Il est lumineux le geste de Bagdad, ce lancer de ses chaussures par le journaliste Muntazer al Zaidi contre Bush en pleine conférence de presse avec le premier ministre irakien Al Maliki. Deux coups de soulier qui donnent un rôle neuf au journalisme et qui, même avec une trajectoire et une impulsion précises, ont été malheureusement esquivés par le pathétique intéressé. Tout le Moyen-Orient (1) demande la liberté pour le journaliste, qui a immédiatement été arrêté et risque sept années de prison. Nous savons maintenant qu’apparaît sur la scène mondiale un nouveau sport de pauvres, après la récente victoire de l’Afghanistan au mondial du « foot de rue » : le lancer de chaussures contre le tyran. Une agone à homologuer aux prochaines Olympiades. Et à pratiquer, peut-être aussi chez nous.
Mais revenons à l’infortuné Irak, où le président américain (étasunien), pour peu de temps encore, a rappelé que « la guerre n’est pas finie » : le geste athlétique de rage et de protestation exprime des contenus qui vont bien au-delà de la représentation théâtrale. Les journaux étasuniens parlent de « tragédie qui se termine en farce » ; d’aucuns félicitent même Bush de son esquive, d’autres rappellent les coups de chaussures sur les bancs de l’ONU du leader soviétique Kroutchev. Cette fois, ce qui est à l’ordre du jour est justement le rôle direct de la Maison Blanche dans la dévastation provoquée en Irak par le choix de la guerre à tout prix de Georges W. Bush. Le lancer de chaussures, en même temps qu’il conclut dignement, et par une marque indélébile, la présidence Bush, ouvre avec son mépris impuissant et tardif, le chapitre des responsabilités du président sortant, non seulement de ses responsabilités historiques mais aussi pénales et criminelles.

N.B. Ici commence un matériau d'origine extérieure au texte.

import { kinship } from './kinship';
import type { PedigreeEntry } from './pedigree';
import { unknownId } from './pedigreeError';

/** Kinship among broods, a brood meaning its fry. */
export type BroodKinship = {
  /** Expected F of each fry. */
  inbreeding(brood: string): number;
  /** Kinship of a fry of one with a fry of the other; of a brood with itself, that of two DIFFERENT fry of it. */
  between(a: string, b: string): number;
  /** Kinship of a fish of the pedigree with a fry of the brood; a fry that has a code of its own is a sib like any other. */
  withFish(brood: string, fish: string): number;
};

/**
 * Kinship of the entries named `broods`, each standing for any one of its fry (default of `fish`: no fish besides). A second
 * entry with the same parents is put beside each, so that the kinship of two sibs is never taken for that of a fish with
 * itself: f of two fry is 1/4 for unrelated parents, of one fry with itself 1/2. Throws what `kinship` throws.
 */
export function broodKinship(pedigree: PedigreeEntry[], broods: string[], fish: string[] = []): BroodKinship {
  const taken = new Set(pedigree.map(({ id }) => id));
  const wanted = new Set(broods);
  const sibOf = new Map([...wanted].map((brood) => [brood, sibId(brood, taken)]));
  const sibs = pedigree.flatMap((entry) => {
    const id = sibOf.get(entry.id);
    return id === undefined ? [] : [{ ...entry, id }];
  });
  const matrix = kinship([...pedigree, ...sibs], [...wanted, ...fish, ...sibOf.values()]);
  const sib = (brood: string) => {
    const id = sibOf.get(brood);
    if (id === undefined) throw unknownId(brood, 'the broods asked for');
    return id;
  };
  return {
    inbreeding: (brood) => matrix.inbreeding(sib(brood)),
    between: (a, b) => matrix.between(sib(a), a === b ? b : sib(b)),
    withFish: (brood, of) => matrix.between(sib(brood), of),
  };
}

function sibId(brood: string, taken: Set<string>): string {
  let id = `${brood} sib`;
  while (taken.has(id)) id += ' sib';
  taken.add(id);
  return id;
}
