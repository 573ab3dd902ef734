import { tooBusy } from './refusals';

export type Lane = {
  /** Waits its turn, in order of arrival; refuses at once when the waiting line is full. */
  run<T>(places: number, work: () => Promise<T>): Promise<T>;
  isFull(): boolean;
};

/** `places`: how much may be worked on at once; heavy work takes several. `waiting`: how many may stand in line. */
export function openLane({ places, waiting }: { places: number; waiting: number }): Lane {
  const line: { places: number; start: () => void }[] = [];
  let free = places;

  const callNext = () => {
    for (let first = line[0]; first && first.places <= free; first = line[0]) {
      line.shift();
      free -= first.places;
      first.start();
    }
  };

  return {
    isFull: () => line.length >= waiting,
    async run(wanted, work) {
      if (line.length >= waiting) throw tooBusy();
      const taken = Math.min(wanted, places);
      await new Promise<void>((start) => {
        line.push({ places: taken, start });
        callNext();
      });
      try {
        return await work();
      } finally {
        free += taken;
        callNext();
      }
    },
  };
}
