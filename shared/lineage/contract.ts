import * as z from 'zod/mini';
import { DayText } from '../days';
import { endpoint, inRoom } from '../endpoint';
import { Id } from '../ids';

const Candidates = z.array(z.strictObject({ id: z.nullable(Id), weight: z.number() }));
const Parent = z.discriminatedUnion('kind', [
  z.strictObject({ kind: z.literal('known'), id: Id }),
  z.strictObject({ kind: z.literal('unknown') }),
  z.strictObject({ kind: z.literal('oneOf'), key: z.string(), candidates: Candidates }),
  z.strictObject({ kind: z.literal('mixed'), candidates: Candidates }),
]);

const about = {
  id: Id,
  thing: z.enum(['fish', 'brood']),
  code: z.nullable(z.string()),
  sex: z.enum(['male', 'female', 'unknown']),
  sexCertain: z.boolean(),
  strainId: z.nullable(Id),
  strainCode: z.nullable(z.string()),
  displayName: z.nullable(z.string()),
  bornOn: z.nullable(DayText),
  /** Alive and here; a brood: heads or eggs here. */
  living: z.boolean(),
  keptAs: z.nullable(z.enum(['breeder', 'holdback', 'other'])),
  colony: z.nullable(z.strictObject({ id: Id, code: z.string() })),
  tank: z.nullable(z.strictObject({ id: Id, code: z.string() })),
  lastLengthTenthsMm: z.nullable(z.number()),
  /** The brood that a fish was taken out of. */
  broodId: z.nullable(Id),
  /** Of an animal without parents here: F0 for wild, what its supplier gave, null for unknown origin. */
  founderGeneration: z.nullable(z.number()),
  /** The fishroom of an animal that came in by a sheet. */
  issuer: z.nullable(z.string()),
  /** That sheet, and whether its signature was checked. */
  sheet: z.nullable(z.strictObject({ id: Id, number: z.string(), signature: z.enum(['valid', 'keyUnknown']) })),
  /** The root of the parentage that can be changed here: its own, or its brood's. */
  parentageId: z.nullable(Id),
};

/** One animal with its parents, as `shared/lineage` takes it: cut the rest off and it is a `PedigreeEntry`. */
export const LineageNode = z.union([
  z.strictObject({ ...about, sire: Parent, dam: Parent }),
  z.strictObject({ ...about, from: z.array(z.strictObject({ sire: Parent, dam: Parent, weight: z.number() })) }),
]);
export type LineageNode = z.output<typeof LineageNode>;

/**
 * The fishroom's pedigree: all of it, or one animal with all its possible ancestors and its descendants. The computations run
 * where it is read.
 */
export const readPedigree = endpoint({
  method: 'GET',
  path: '/api/rooms/:roomId/pedigree',
  needs: 'lineage:see',
  params: inRoom({}),
  query: z.strictObject({ around: z.optional(Id) }),
  output: z.strictObject({ nodes: z.array(LineageNode) }),
});
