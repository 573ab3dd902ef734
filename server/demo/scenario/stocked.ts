import { headsAt, type Started } from './broodTelling';
import { tankOf } from './lives';
import { LIVES } from './parents';
import type { Ago } from './shape';
import type { Stocked } from './waterTelling';

type Joined = { age: number; heads: number } | null;
type Span = [Ago, Ago];

/** Where a batch was, from when to when; until its last fish left, or to yesterday. */
function batchSpans(started: Started, joined: Joined): { tank: string; span: Span }[] {
  const { born, brood } = started;
  const homes = [
    { on: started.started, tank: brood.tank },
    ...brood.steps.flatMap((step) => (step.kind === 'moved' ? [{ on: born + step.age, tank: step.tank }] : [])),
  ];
  const last = brood.steps.at(-1);
  const isGone = last !== undefined && headsAt(started, joined, last.age) === 0;
  const end = isGone && last ? born + last.age : -1;
  const split = brood.steps.flatMap((step) =>
    step.kind === 'split' ? [{ tank: step.tank, span: [born + step.age, -1] satisfies Span }] : [],
  );
  return [...homes.map(({ on, tank }, i) => ({ tank, span: [on, homes[i + 1]?.on ?? end] satisfies Span })), ...split];
}

/** Fish with a tank of their own, day by day. */
function lifeSpans(): { tank: string; span: Span }[] {
  return LIVES.flatMap((life) => {
    const tank = life.homes.find((home) => home.colony === null)?.tank;
    return tank && tankOf(life, life.from) ? [{ tank, span: [life.from, life.until ?? -1] satisfies Span }] : [];
  });
}

/** When each tank had fish in it, colonies aside, as spans that do not overlap. */
export function stockedSpans(broods: readonly Started[], joinedOf: (handle: string) => Joined): Stocked {
  const spans = [...broods.flatMap((brood) => batchSpans(brood, joinedOf(brood.handle))), ...lifeSpans()];
  const byTank = new Map<string, Span[]>();
  for (const { tank, span } of spans.sort((a, b) => a.span[0] - b.span[0])) {
    const known = byTank.get(tank) ?? [];
    const last = known.at(-1);
    if (last && span[0] <= last[1]) last[1] = Math.max(last[1], span[1]);
    else known.push([span[0], span[1]]);
    byTank.set(tank, known);
  }
  return byTank;
}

On a trop peu réfléchi sur les admissions de Bush à propos de la guerre en Irak. « Je me suis trompé… », « Mistake » a-t-il déclaré, mais en confirmant la « nécessité de la guerre » (sic) même face à l’inexistence des armes de destruction massive. Une fois de plus en déchargeant les fautes sur les « informations erronées » des services de renseignement. Alors que tout le monde se souvient bien que la CIA de Georges Tenet niait la présence d’armes de destruction de masse, et que c’est seulement après la mise en scène à l’ONU de Colin Powell qu’elle les « confirma ». Si bien que, face à un conflit en Iran, c’est cette fois la CIA qui freine des quatre fers en rappelant que non, Téhéran est bien loin d’avoir l’arme atomique.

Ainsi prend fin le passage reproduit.